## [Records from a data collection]
_ _ _ _ _
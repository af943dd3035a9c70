"""The scenarios that ship with the package: where they lie, and copying one out."""

from __future__ import annotations

import shutil
import tomllib
from pathlib import Path

from tideleg.errors import InputError

_HERE = Path(__file__).resolve().parent
_IN_WHEEL = _HERE / "scenarios"
_IN_CHECKOUT = _HERE.parents[1] / "profiles"


def scenarios_folder() -> Path:
    """Return the folder of scenarios: inside the installed package, or `profiles` of a checkout."""
    return _IN_WHEEL if _IN_WHEEL.is_dir() else _IN_CHECKOUT


def scenario_names() -> dict[str, str]:
    """Return the shipped scenarios, name -> title of its plan."""
    plans = sorted(scenarios_folder().glob("*/plan.toml"))
    return {plan.parent.name: str(tomllib.loads(plan.read_text(encoding="utf-8"))["title"]) for plan in plans}


def copy_scenario(name: str, folder: Path) -> list[Path]:
    """Copy one scenario into a new folder and return the files made.

    Raises
    ------
    InputError
        If there is no such scenario, or the folder exists and is not empty: nothing is overwritten.
    """
    names = scenario_names()
    if name not in names:
        raise InputError(f"found no scenario {name!r}; shipped are {', '.join(names)}")
    if folder.exists() and (not folder.is_dir() or any(folder.iterdir())):
        raise InputError(f"{folder} exists and is not empty; give a new folder, nothing is overwritten")
    source = scenarios_folder() / name
    ignored = shutil.ignore_patterns("__pycache__", "results", "*.pyc")
    shutil.copytree(source, folder, ignore=ignored, dirs_exist_ok=True)
    return sorted(path for path in folder.rglob("*") if path.is_file())
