"""Accounts of one mission: energy, losses, battery and temperatures, from its settled blocks and its table of steps."""

from __future__ import annotations

from typing import TYPE_CHECKING

import numpy as np

from tideleg.battery import Battery
from tideleg.choices import loss_with, plain_choice
from tideleg.columns import choice_name
from tideleg.march import Demand, Settled
from tideleg.outcome import BatteryEntry, ChoiceAccount, EnergyAccount, LossEntry, ThermalEntry
from tideleg.stage import Stage
from tideleg.wear import count_cycles

if TYPE_CHECKING:
    from collections.abc import Mapping

    import pandas as pd

    from tideleg.waveform import FloatArray


def energy_account(demand: Demand, blocks: list[Settled], steps: pd.DataFrame) -> EnergyAccount:
    """Return where the energy of one pass went, with both residuals of the books."""
    seconds = demand.duration

    def energy(watts: FloatArray) -> float:
        return float(np.sum(watts * seconds))

    link = steps["power_w"].to_numpy()
    battery = steps["battery_power_w"].to_numpy()
    loss = steps["loss_w"].to_numpy()
    checked = np.concatenate([block.checked.total[0] for block in blocks])
    # What runs against the request (the link keeping an idle stage alive) is loss, not more curtailment.
    wanted = np.abs(demand.power)
    along = np.maximum(np.sign(demand.power) * (demand.power - steps["curtailed_w"].to_numpy()), 0.0)
    throughput = energy(np.abs(battery))
    scale = throughput if throughput > 0.0 else 1.0
    return EnergyAccount(
        link_out_j=energy(np.maximum(link, 0.0)),
        link_in_j=energy(np.maximum(-link, 0.0)),
        battery_out_j=energy(np.maximum(battery, 0.0)),
        battery_in_j=energy(np.maximum(-battery, 0.0)),
        loss_j=energy(loss),
        battery_heat_j=energy(steps["battery_heat_w"].to_numpy()),
        curtailed_j=energy(wanted - along),
        requested_j=energy(wanted),
        throughput_j=throughput,
        residual=energy(np.abs(battery - link - loss)) / scale,
        recomputed_residual=energy(np.abs(battery - link - checked)) / scale,
    )


def loss_entries(stage: Stage, demand: Demand, blocks: list[Settled]) -> tuple[LossEntry, ...]:
    """Return the energy of every loss term by direction, greatest first."""
    direction = np.concatenate([block.direction[0] for block in blocks])
    entries = []
    for part in stage.parts:
        for bound in part.terms:
            key = (part.slot.name, bound.term.mechanism)
            joules = np.concatenate([block.losses.by_term[key][0] for block in blocks]) * demand.duration
            by_direction = [float(joules[direction == sign].sum()) for sign in (1.0, -1.0, 0.0)]
            entries.append(LossEntry(*key, *by_direction))
    return tuple(sorted(entries, key=lambda entry: -entry.total_j))


def choice_account(stage: Stage, demand: Demand, blocks: list[Settled]) -> ChoiceAccount | None:
    """Return what the topology chose along one pass and what that saved; None where it leaves nothing to choose."""
    if not stage.choices:
        return None
    codes = np.concatenate([np.broadcast_to(block.point.choice, block.losses.total.shape)[0] for block in blocks])
    hours = float(demand.duration.sum()) / 3600.0
    shares = {
        word: float(demand.duration[codes == code].sum()) / (3600.0 * hours) for code, word in enumerate(stage.choices)
    }
    plain, saved = plain_choice(stage), None
    if plain is not None:
        begin, saved = 0, 0.0
        for block in blocks:
            part = demand.block(begin)
            loss = loss_with(stage, block.point, stage.by_name(block.mean, part.held, block.losses.total.shape))
            saved += float(np.sum((loss(plain) - block.losses.total)[0] * part.duration))
            begin += len(part.power)
    return ChoiceAccount(
        name=choice_name(stage),
        share_of_time=shares,
        changes_per_hour=float(np.count_nonzero(np.diff(codes))) / hours,
        plain=None if plain is None else stage.choices[plain],
        saved_j=saved,
    )


def battery_entry(battery: Battery, demand: Demand, steps: pd.DataFrame) -> BatteryEntry:
    """Return what one pass does to the battery; half of the ampere-hours both ways over the capacity is its cycles."""
    current = steps["battery_current_a"].to_numpy()
    voltage = steps["battery_voltage_v"].to_numpy()
    coulombs = float(np.sum(np.abs(current) * demand.duration))
    soc = steps["soc"].to_numpy() if battery.tracks_charge else None
    return BatteryEntry(
        start_soc=None if soc is None else battery.start_soc,
        end_soc=None if soc is None else float(soc[-1]),
        least_soc=None if soc is None else float(min(soc.min(), battery.start_soc)),
        greatest_soc=None if soc is None else float(max(soc.max(), battery.start_soc)),
        throughput_ah=coulombs / 3600.0,
        equivalent_full_cycles=None if soc is None else coulombs / (2.0 * battery.capacity),
        throughput_wh=float(np.sum(np.abs(steps["battery_power_w"].to_numpy()) * demand.duration)) / 3600.0,
        stored_change_j=-float(
            np.sum((steps["battery_power_w"].to_numpy() + steps["battery_heat_w"].to_numpy()) * demand.duration)
        ),
        depth_cycles=() if soc is None else _by_depth(battery, demand, soc),
        least_voltage_v=float(voltage.min()),
        greatest_voltage_v=float(voltage.max()),
        greatest_discharge_a=float(max(current.max(), 0.0)),
        greatest_charge_a=float(max(-current.min(), 0.0)),
    )


DEPTHS = (0.0, 0.01, 0.02, 0.05, 0.1, 0.2, 0.4, 0.6, 0.8, 1.0)
"""Bands of depth of discharge for display; counting itself knows no classes [-]."""


def _by_depth(battery: Battery, demand: Demand, soc: FloatArray) -> tuple[tuple[float, float, float], ...]:
    """Return the cycles of the state of charge in one pass by their depth."""
    time = np.concatenate([[0.0], np.cumsum(demand.duration)])
    cycles = count_cycles(time, np.concatenate([[battery.start_soc], soc]), "half_cycles")
    edges = np.array([*DEPTHS[:-1], DEPTHS[-1] + 1e-9])
    counted, _ = np.histogram(cycles.range, edges, weights=cycles.weight)
    return tuple((low, high, float(n)) for low, high, n in zip(DEPTHS, DEPTHS[1:], counted, strict=False) if n > 0.0)


def thermal_entries(
    stage: Stage, demands: Mapping[str, Demand], gains: Mapping[str, FloatArray], steps: Mapping[str, pd.DataFrame]
) -> tuple[ThermalEntry, ...]:
    """Return the temperatures of every part over all missions, hottest first; of uneven chips those of the hottest.

    gains : (seated part,) greatest loop gain at rest, by mission
    """
    entries = []
    for part in stage.parts:
        name = part.slot.name
        if name in stage.seated and part.decides:
            entries.append(_seated_entry(name, stage.seated.index(name), demands, gains, steps))
    return tuple(sorted(entries, key=lambda entry: -entry.greatest_degc))


def _seated_entry(
    name: str,
    index: int,
    demands: Mapping[str, Demand],
    gains: Mapping[str, FloatArray],
    steps: Mapping[str, pd.DataFrame],
) -> ThermalEntry:
    greatest, least, time, where, weighted, seconds = -np.inf, np.inf, 0.0, "", 0.0, 0.0
    for mission, frame in steps.items():
        end = frame[f"{name}.temperature_degc"].to_numpy()
        row = int(np.argmax(end))
        if end[row] > greatest:
            greatest, time, where = float(end[row]), float(frame["time_s"].iloc[row]), mission
        least = min(least, float(end.min()))
        duration = demands[mission].duration
        weighted += float(np.sum(frame[f"{name}.temperature_mean_degc"].to_numpy() * duration))
        seconds += float(duration.sum())
    gain = max(float(g[index]) for g in gains.values())
    return ThermalEntry(name, greatest, weighted / seconds, greatest - least, time, where, gain)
_ _ _ _ _
## [The problem]
Each line of the entries that contains the word "coulombs" should be listed.

## [Task result]
    coulombs = float(np.sum(np.abs(current) * demand.duration))
        throughput_ah=coulombs / 3600.0,
        equivalent_full_cycles=None if soc is None else coulombs / (2.0 * battery.capacity),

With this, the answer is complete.